I don’t think I’ve ever really been to that kind of event before. I can’t recall anything like it, anyway. It was grey and raining and rather cold when I arrived at UN Plaza, but I worked my way slowly to the front-ish part of the crowd and listened to people give speeches, including one delivered in both Spanish and English. Every so often the sky decided to drool on us for a bit; people were good about opening their umbrellas safely above head height, and indiscriminately sheltering not only themselves but whoever happened to be standing nearby. I couldn’t help but see a metaphor in that.

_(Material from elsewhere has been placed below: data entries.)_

/** The record from the campaign's files as read (the second half of buildCampaignRecord). */
export function campaignRecord(read: CampaignFiles, settings: CampaignSettings, study: Pick<Study, 'samples' | 'user_materials' | 'wavelengths_nm'>, options: RecordOptions = {}): CampaignBuild {
  const progress = options.onProgress ?? (() => {})
  const sample = checkCampaign(read.files, settings, study)
  const { files, sizers, instruments } = read
  if (sizers.length === 0) {
    const any = files.some((f) => isSizerKind(f.kind))
    return { files, problem: any ? { message: 'no sizer file could be read', fix: 'Fix the sizer file as its summary says, or point at the right file.' } : { message: 'the campaign has no sizer file yet', fix: 'Add a mobility, aerodynamic or optical sizer export, or a merged size distribution.' } }
  }
  const rows = sizers.length > 1 ? mergedRows(sizers, settings) : singleRows(sizers[0])
  if (sizers.length === 1 && sizers[0].summary.kind !== 'merged') sizers[0].summary.notes.push('one sizer: its diameters are taken as they are (merging converts to volume-equivalent diameters)')
  const zoned = sizers[0].zoned
  const n = rows.timesMs.length
  const bins = binCount(rows.layout)

  // measured channels, in file order; one file per kind, so no channel repeats
  const channels: MeasuredChannel[] = []
  const firsts: number[] = []
  for (const f of instruments) {
    firsts.push(channels.length)
    for (const c of f.header.channels) channels.push({ quantity: c.quantity, wavelengthNm: c.wavelengthNm, file: f.summary.name })
  }
  const t = settings.truncation?.angles_deg
  const plan: ComparisonPlan = { channels, truncation: t && channels.some((c) => c.quantity === 'scattering') ? { lowDeg: t[0], highDeg: t[1] } : null, closure: null }
  const base = [...new Set([...study.wavelengths_nm, settings.wavelength_nm])].sort((a, b) => a - b)
  const wavelengthsNm = [...new Set([...base, ...instrumentWavelengths(plan)])].sort((a, b) => a - b)

  const ws = options.workspace ?? new OpticsWorkspace()
  const tolerance = options.tolerance ?? 1e-4
  const studyAt = { wavelengths_nm: wavelengthsNm, user_materials: study.user_materials }
  const figuresNm = options.figures === 'charts' ? chartWavelengthsNm(wavelengthsNm, settings.wavelength_nm, channels) : wavelengthsNm
  const kernels = binOpticsKernels(sample, { ...studyAt, wavelengths_nm: figuresNm }, rows.layout, { tolerance, workspace: ws })
  progress(0.4)
  // the columns of the wavelengths computed (all, or the charts' until completeRecord adds the others): a year's
  // cells at 16 wavelengths would be 78 MB, at the charts' 3 or 4 about 26 MB
  const width = binnedRowWidth({ wavelengthsNm: figuresNm })
  const compareCols = channels.length > 0 ? comparisonColumns(plan) : []
  const columns = [...figureColumns(figuresNm), ...compareCols]
  const cells = new Float64Array(n * columns.length).fill(NaN)
  const measured = new Float64Array(n * channels.length).fill(NaN)

  // the rows with a distribution are the time base of the measured files (as series aligns to the rows it reads)
  const kept: number[] = []
  for (let k = 0; k < n; k++) if (rows.present[k]) kept.push(k)
  const keptTimes = kept.map((k) => rows.timesMs[k])
  const intervalMs = typicalInterval(keptTimes) ?? typicalInterval(rows.timesMs) ?? 60000
  let notes: string[] = []
  if (channels.length > 0 && kept.length > 0) {
    const alignment = new MeasuredAlignment(keptTimes, channels, typicalInterval(keptTimes))
    instruments.forEach((f, i) => {
      for (const rec of f.records) {
        if (rec.zoned !== zoned) {
          f.summary.ok = false
          f.summary.error = { where: `${f.summary.name} line ${rec.line} column 1`, problem: `the time ${rec.time} ${rec.zoned ? 'has a zone' : 'has no zone'} but the sizer's times ${zoned ? 'have one' : 'have none'}, so the clocks cannot be aligned`, fix: 'Write both files\' times in the same form (both in UTC with Z, or both without a zone on the same clock).' }
          break
        }
        alignment.add(rec.ms, firsts[i], rec.values, f.summary.name)
      }
      const used = alignment.used.get(f.summary.name) ?? 0
      f.summary.notes.push(`${used} records inside the record's rows, ${alignment.outside.get(f.summary.name) ?? 0} outside them`)
      if (used === 0) f.summary.notes.push('warning: no record falls inside a sizer row: check the two clocks (times, zone)')
    })
    const comparer = new RowComparer(instrumentKernels(sample, studyAt, rows.layout, plan, { tolerance, workspace: ws }), plan)
    const m = new Float64Array(channels.length)
    const out = new Float64Array(compareCols.length)
    const row = new Float64Array(bins)
    kept.forEach((k, i) => {
      alignment.measuredAt(i, m)
      measured.set(m, k * channels.length)
      row.set(rows.values.subarray(k * bins, (k + 1) * bins))
      out.fill(NaN)
      comparer.compare(row, m, out)
      cells.set(out, k * columns.length + width)
      if (i % 4096 === 4095) progress(0.6 + (0.2 * i) / kept.length)
    })
    const neph = instruments.find((f) => f.summary.kind === 'scattering' && f.summary.ok)
    const tally = new HumidityTally()
    for (const rec of neph?.records ?? []) tally.add(rec.rh)
    const humidity = neph && humidityComparisonNote(neph.summary.name, tally, sample.rh_percent)
    notes = comparisonNotes(plan, { intervalText: formatDuration(Math.round(intervalMs)), files: instruments.map((f) => f.summary.name), humidity })
  }
  const humidity = humidityOnRecordRows(rows.timesMs, intervalMs, instruments, sizers)
  progress(0.8)
  fillFigures(kernels, rows.layout, figuresNm, rows.values, bins, kept, cells, columns.length, (i) => progress(0.8 + (0.2 * i) / kept.length))
  const dNdlogD = mapValues(rows.layout, kernels.kind.densityGcm3, rows.values, n, bins, kept)
  return {
    files,
    record: {
      sample,
      zoned,
      intervalMs,
      times: Float64Array.from(rows.timesMs),
      timeText: rows.timeText,
      present: Uint8Array.from(rows.present, (p) => (p ? 1 : 0)),
      gaps: rows.gaps,
      layout: rows.layout,
      bins,
      values: rows.values,
      dNdlogD,
      edgesUm: kernels.edgesUm,
      wavelengthsNm,
      figuresNm: [...figuresNm],
      chosenNm: settings.wavelength_nm,
      userMaterials: study.user_materials,
      tolerance,
      columns,
      cells,
      channels,
      measured,
      notes,
      files,
      ...humidity
    }
  }
}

Out of an abundance of caution I’d taken a Sharpie to my arm and written out an emergency contact, drug allergies, and the fact that my ophthalmologist had dilated my eyes a couple of hours earlier (so any hypothetical EMT would know why my pupils were blown), but it wasn’t at all necessary; everything was good, all the energy channeled in the right directions.

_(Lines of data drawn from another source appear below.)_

describe('uncertainty propagation', () => {
  it('with every spread zero, every draw is the plain calculation (computeSampleOptics + sampleForcing)', () => {
    const s = study()
    const sample = s.samples.find((x) => x.name === SOOT)!
    const inputs: UncertainInput[] = [
      { quantity: 'k', material: 'black-carbon', apply: 'factor', distribution: { kind: 'normal', mean: 1, sd: 0 } },
      { quantity: 'median', mode: 0, apply: 'factor', distribution: { kind: 'lognormal', median: 1, gsd: 1 } },
      { quantity: 'rh', apply: 'add', distribution: { kind: 'uniform', lo: 0, hi: 0 } },
      { quantity: 'transmittance', apply: 'factor', distribution: { kind: 'normal', mean: 1, sd: 0 } }
    ]
    const r = runUncertainty(s, SOOT, { draws: 3, seed: 4, inputs, precision: 0 })
    // the same calculation by hand (definition): 550 nm, tolerance 1e-3, no angular output
    const optics = computeSampleOptics(sample, { wavelengths_nm: [550] }, { tolerance: 1e-3, angularWavelengthsNm: [] })
    const forcing = sampleForcing(optics, s.site, s.verdict_margin_w_m2)
    const row = optics.wavelengths[0]
    const plain: Record<string, number> = {
      ext: row.ext, sca: row.sca, abs: row.abs, ssa: row.ssa, g: row.g, upscatter: row.upscatter_fraction, tau: row.optical_depth,
      forcing: forcing.thin_layer_w_m2, forcing_daily_mean: forcing.daily_mean_w_m2, forcing_two_stream_toa: forcing.two_stream.toa_w_m2,
      longwave_toa: forcing.longwave_toa_w_m2!, net_toa: forcing.net_toa_w_m2
    }
    for (const f of UNCERTAINTY_FIGURES) {
      const got = fig(r, f.key)
      expect(got.median).toBe(plain[f.key])
      expect(got.p05).toBe(plain[f.key])
      expect(got.p95).toBe(plain[f.key])
      expect(got.sd).toBe(0)
      expect(got.central).toBe(plain[f.key])
    }
    // P(warm) is on the net forcing, sunlight + infrared, the one the verdict uses
    expect(forcing.net_toa_w_m2).toBe(forcing.thin_layer_w_m2 + forcing.longwave_toa_w_m2!)
    expect(r.warming.probability).toBe(forcing.net_toa_w_m2 > 0 ? 1 : 0)
    expect(r.warming.standard_error).toBe(0)
    expect(r.sensitivity.ranking.every((e) => e.rho === null)).toBe(true)
    // and close to the study's full calculation (all wavelengths, default tolerance 1e-4): the thin-layer forcing
    // only uses 550 nm figures
    const full = sampleForcing(computeSampleOptics(sample, s), s.site, s.verdict_margin_w_m2)
    expect(Math.abs(fig(r, 'forcing').median - full.thin_layer_w_m2)).toBeLessThan(3e-3 * Math.abs(full.thin_layer_w_m2))
  })

  it('a normal layer depth spreads the forcing by |∂F/∂τ|·sd(τ) (thin-layer forcing is linear in τ; Chylek & Wong 1995)', () => {
    const s = study()
    const depth = 1500
    const sdDepth = 150
    const r = runUncertainty(s, SOOT, { draws: 100, seed: 2, sampling: 'latin-hypercube', inputs: [{ quantity: 'layer', apply: 'set', distribution: { kind: 'normal', mean: depth, sd: sdDepth } }] })
    const f0 = fig(r, 'forcing').central
    const tau0 = fig(r, 'tau').central
    // closed form: F = (F0/τ0)·τ and τ = τ0·D/D0, so sd(F) = |F0/τ0| · τ0 sd(D)/D0
    const expected = Math.abs(f0 / tau0) * tau0 * (sdDepth / depth)
    // Latin hypercube with 100 strata pins the sample sd to about 1 % of the distribution's (allow 3 %)
    expect(Math.abs(fig(r, 'forcing').sd - expected)).toBeLessThan(0.03 * expected)
    expect(Math.abs(fig(r, 'forcing').mean - f0)).toBeLessThan(0.02 * Math.abs(f0))
    // the optics do not depend on the depth
    expect(fig(r, 'ext').sd).toBe(0)
  })

  it('P(warm) for a uniform surface albedo is the share of its range above the albedo where the net forcing flips (closed form)', () => {
    const s = study()
    const sample = s.samples.find((x) => x.name === SOOT)!
    const plain = sampleForcing(computeSampleOptics(sample, { wavelengths_nm: [550] }, { tolerance: 1e-3, angularWavelengthsNm: [] }), s.site, s.verdict_margin_w_m2)
    // net = ΔF_sun(R) + ΔF_ir, with ΔF_sun = −C[2(1 − R)²β̄τ_sca − 4Rτ_abs], C = (S₀/4)T²(1 − A_c) (Chylek & Wong 1995)
    // and ΔF_ir independent of R: net = 0 is a quadratic in R, 2β̄τ_s(1 − R)² − 4τ_a R = ΔF_ir/C
    const C = (1361 / 4) * s.site.transmittance ** 2 * (1 - s.site.cloud_fraction)
    const ts = plain.tau_550 * plain.ssa_550
    const ta = plain.tau_550 - ts
    const a = 2 * plain.upscatter_550 * ts
    const rhs = plain.longwave_toa_w_m2! / C
    // a(1 − R)² − 4τ_a R − rhs = 0 → aR² − (2a + 4τ_a)R + (a − rhs) = 0, the root in 0..1
    const B = 2 * a + 4 * ta
    const flip = (B - Math.sqrt(B * B - 4 * a * (a - rhs))) / (2 * a)
    expect(flip).toBeLessThan(plain.flip_surface_albedo!)
    expect(flip).toBeGreaterThan(0.05)
    const lo = Math.max(0, flip - 0.1)
    const hi = Math.min(1, flip + 0.2)
    const albedo: UncertainInput = { quantity: 'surface_albedo', apply: 'set', distribution: { kind: 'uniform', lo, hi } }
    // a small spread on the transmittance, which moves the forcing but not its sign
    const trans: UncertainInput = { quantity: 'transmittance', apply: 'factor', distribution: { kind: 'normal', mean: 1, sd: 0.01 }, bounds: { lo: 0.95, hi: 1.05, method: 'clamp' } }
    const r = runUncertainty(s, SOOT, { draws: 200, seed: 9, sampling: 'latin-hypercube', inputs: [albedo, trans] })
    // forcing rises with the surface albedo for an absorbing layer (common practice): warm above the flip
    const expected = (hi - flip) / (hi - lo)
    expect(Math.abs(r.warming.probability - expected)).toBeLessThanOrEqual(2 / 200)
    expect(r.warming.standard_error).toBeCloseTo(Math.sqrt((r.warming.probability * (1 - r.warming.probability)) / 200), 12)
    expect(r.sensitivity.ranking[0].label).toMatch(/surface albedo/)
    expect(r.sensitivity.ranking[0].rho!).toBeGreaterThan(0.9)
  })

  it('repeats exactly for a seed, and blocks computed apart merge to the same draws', () => {
    const s = study()
    const inputs: UncertainInput[] = [
      { quantity: 'cloud_fraction', apply: 'add', distribution: { kind: 'normal', mean: 0, sd: 0.1 }, bounds: { lo: -0.5, hi: 0.3, method: 'resample' } },
      { quantity: 'surface_albedo', apply: 'factor', distribution: { kind: 'lognormal', median: 1, gsd: 1.2 }, bounds: { hi: 3, method: 'clamp' } }
    ]
    const plan = planUncertainty(s, SOOT, { draws: 30, seed: 5, inputs })
    const whole = computeDraws(plan, 0, 30)
    const parts = mergeDrawBlocks([computeDraws(plan, 17, 30), computeDraws(plan, 0, 9), computeDraws(plan, 9, 17)], inputs.length)
    expect(Array.from(parts.outputs)).toEqual(Array.from(whole.outputs))
    expect(Array.from(parts.inputs)).toEqual(Array.from(whole.inputs))
    expect(Array.from(computeDraws(planUncertainty(s, SOOT, { draws: 30, seed: 5, inputs }), 0, 30).outputs)).toEqual(Array.from(whole.outputs))
    expect(Array.from(computeDraws(planUncertainty(s, SOOT, { draws: 30, seed: 6, inputs }), 0, 30).outputs)).not.toEqual(Array.from(whole.outputs))
    // merging refuses a gap
    expect(() => mergeDrawBlocks([computeDraws(plan, 0, 5), computeDraws(plan, 6, 9)], inputs.length)).toThrow(InputError)
  })

  it("draws started before the plan's unperturbed optics came are the same draws (their forcing waits for them)", () => {
    const s = study()
    const inputs: UncertainInput[] = [
      { quantity: 'rh', apply: 'add', distribution: { kind: 'normal', mean: 0, sd: 4 }, bounds: { lo: -10, hi: 10, method: 'clamp' } },
      { quantity: 'median', apply: 'factor', distribution: { kind: 'lognormal', median: 1, gsd: 1.1 } },
      { quantity: 'surface_albedo', apply: 'set', distribution: { kind: 'uniform', lo: 0.05, hi: 0.35 } }
    ]
    const options = { draws: 12, seed: 8, inputs }
    const whole = computeDraws(planUncertainty(s, SOOT, options), 0, 12)
    const nominal = planUncertainty(s, SOOT, options).nominal!
    // the optics arrive before the fifth draw, or only when the block asks for them with wait
    for (const after of [4, Infinity]) {
      const later = planUncertainty(s, SOOT, options, 'later')
      expect(later.nominal).toBeNull()
      let asked = 0
      const block = computeDraws(later, 0, 12, undefined, undefined, (wait) => (wait || ++asked > after ? nominal : null))
      expect(Array.from(block.outputs)).toEqual(Array.from(whole.outputs))
    }
    // without a source the block computes them itself
    expect(Array.from(computeDraws(planUncertainty(s, SOOT, options, 'later'), 0, 12).outputs)).toEqual(Array.from(whole.outputs))
  })

  it('Latin hypercube: each of the N strata of every input gets exactly one draw (McKay et al. 1979)', () => {
    const s = study()
    const n = 64
    // uniform(0, 1) variates set as the value: the variate is the stratified uniform number itself
    const inputs: UncertainInput[] = [
      { quantity: 'surface_albedo', apply: 'set', distribution: { kind: 'uniform', lo: 0, hi: 1 } },
      { quantity: 'cloud_fraction', apply: 'set', distribution: { kind: 'uniform', lo: 0, hi: 1 } }
    ]
    const plan = planUncertainty(s, SOOT, { draws: n, seed: 3, sampling: 'latin-hypercube', inputs })
    const b = computeDraws(plan, 0, n)
    for (let j = 0; j < inputs.length; j++) {
      const strata = Array.from({ length: n }, (_, i) => Math.floor(b.inputs[i * inputs.length + j] * n)).sort((a, c) => a - c)
      expect(strata).toEqual(Array.from({ length: n }, (_, i) => i))
    }
  })

  it('stops early once the standard error of P(warm) is below the precision', () => {
    const s = study()
    // the humid sulfate layer cools at any cloud fraction: P(warm) = 0, Laplace SE at 0 of 100 ≈ 0.0099
    const r = runUncertainty(s, SULFATE, { draws: 1000, seed: 1, precision: 0.01, minDraws: 100, inputs: [{ quantity: 'cloud_fraction', apply: 'set', distribution: { kind: 'uniform', lo: 0, hi: 0.3 } }] })
    expect(r.status).toBe('precision reached')
    expect(r.draws).toBe(100)
    expect(r.warming.probability).toBe(0)
  })

  it('cancels when the progress callback returns false, reporting the draws made', () => {
    const s = study()
    let calls = 0
    const r = runUncertainty(s, SOOT, { draws: 500, precision: 0, inputs: [{ quantity: 'surface_albedo', apply: 'set', distribution: { kind: 'uniform', lo: 0, hi: 0.5 } }] }, () => ++calls < 2)
    expect(r.status).toBe('cancelled')
    expect(r.draws).toBe(100)
    expect(r.requested_draws).toBe(500)
  })

  it('refuses inputs that could leave their valid range, unknown components and modes', () => {
    const s = study()
    const run = (input: UncertainInput) => () => planUncertainty(s, SOOT, { draws: 10, inputs: [input] })
    // a normal factor of sd 0.5 on k goes negative within its 1e-6 quantiles
    expect(run({ quantity: 'k', material: 'black-carbon', apply: 'factor', distribution: { kind: 'normal', mean: 1, sd: 0.5 } })).toThrow(/outside the valid range/)
    // bounds make it acceptable
    expect(run({ quantity: 'k', material: 'black-carbon', apply: 'factor', distribution: { kind: 'normal', mean: 1, sd: 0.5 }, bounds: { lo: 0.2, method: 'resample' } })).not.toThrow()
    expect(run({ quantity: 'k', material: 'sea-salt', apply: 'factor', distribution: { kind: 'lognormal', median: 1, gsd: 1.2 } })).toThrow(/no component "sea-salt"/)
    expect(run({ quantity: 'gsd', mode: 3, apply: 'add', distribution: { kind: 'normal', mean: 0, sd: 0.01 } })).toThrow(/no mode 3/)
    expect(() => planUncertainty(s, 'no such sample')).toThrow(InputError)
  })

  it('reads its settings from the study document, which validates them', () => {
    const s = study()
    s.uncertainty = {
      draws: 20,
      seed: 3,
      samples: { [SOOT]: { inputs: [{ quantity: 'surface_albedo', apply: 'set', distribution: { kind: 'uniform', lo: 0.1, hi: 0.2 } }] } }
    }
    const parsed = parseStudy(serializeStudy(s))
    expect(parsed.ok).toBe(true)
    if (parsed.ok) expect(planUncertainty(parsed.study, SOOT).draws).toBe(20)
    const bad = JSON.parse(serializeStudy(s))
    bad.uncertainty.samples[SOOT].inputs[0].distribution = { kind: 'normal', mean: 0, sd: -1 }
    const r = parseStudy(JSON.stringify(bad))
    expect(r.ok).toBe(false)
    if (!r.ok) expect(r.problems[0].path).toBe(`uncertainty.samples.${SOOT}.inputs[0].distribution.sd`)
  })
})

I hadn’t looked very closely at the details of the protest. Answer Coalition, okay, 5-7 p.m. in UN Plaza. I missed the part where it said there was going to be a march. When they said we were heading to the Castro (nearly two miles away), I thought about returning to BART and calling it an evening. But hey, it won’t hurt to go at least a little way, right?

Next thing I know, I’m in the Castro.

I thought about splitting after a few blocks. But there was a cadre of six or seven people who had brought side-slung marching drums, a guy with a snare, somebody with a cowbell, and one brave guy with a trumpet (I’ve played brass in cold weather before; it sucks). Everything is better with drums. There’s a reason armies use them, and it isn’t just to keep everybody in step. I went along with those people for a while, enjoying the beat, but eventually outpaced them and caught up with another group that was doing lots of chants: anti-Trump things, “Black Lives Matter/Native Lives Matter/Trans Lives Matter,” socialist worker chants, chants in Spanish. Somewhere in there I noticed that our progress down the westbound lanes of Market was being facilitated by cops, and I started thanking them as I passed. One of them grinned and said that if he hadn’t been on duty, he probably would have been there anyway. Another said it was easy with a group like ours. Cars headed eastbound on Market, or waiting at the cross-streets, honked in support as we went by. And then I could see the giant rainbow flag up ahead, and, well, who could quit before reaching it?

Only we weren’t done there. We hung a left down Castro Street itself, then hooked back east on 18th. Where was our stopping point? I began to form a suspicion that we didn’t really have one. I asked one of the cops, and he just shrugged: he didn’t know, either. I checked my phone and discovered that if I got ahead of the march, I could hit Borderlands before it closed; we were headed that direction, but not fast enough. So I peeled off at last, stopped by to sign some things and stuff a pastry in my face, got back on the nearest bit of BART, and went home utterly exhausted.

But very, very glad I went. I wish I could have joined the Women’s March today, but that one was good, too. And today I get to see the pictures, which made me just a touch verklempt. I knew there were marches in a lot of major U.S. cities, but I had no idea there would be marches in so many not major cities, too. And in other countries. And on other continents. (I wondered out loud if that’s every woman in Antarctica right now, and possibly every human in Antarctica. Turns out that the staff of McMurdo Station is much larger than that, plus there are other stations down there, so no — but still. Every. Single. Continent.)

Donald Trump has insulted and threatened well over half the population of this country. (Women alone make up 50.8%. Add in all the black, Latino, Muslim, Jewish, queer, or otherwise targeted men, not to mention all the men who don’t see those groups as the enemy, and who knows what the number really is.) We have mobilized, in our hundreds of thousands, to show what we think of that.

It’s a beginning. Now let’s keep going.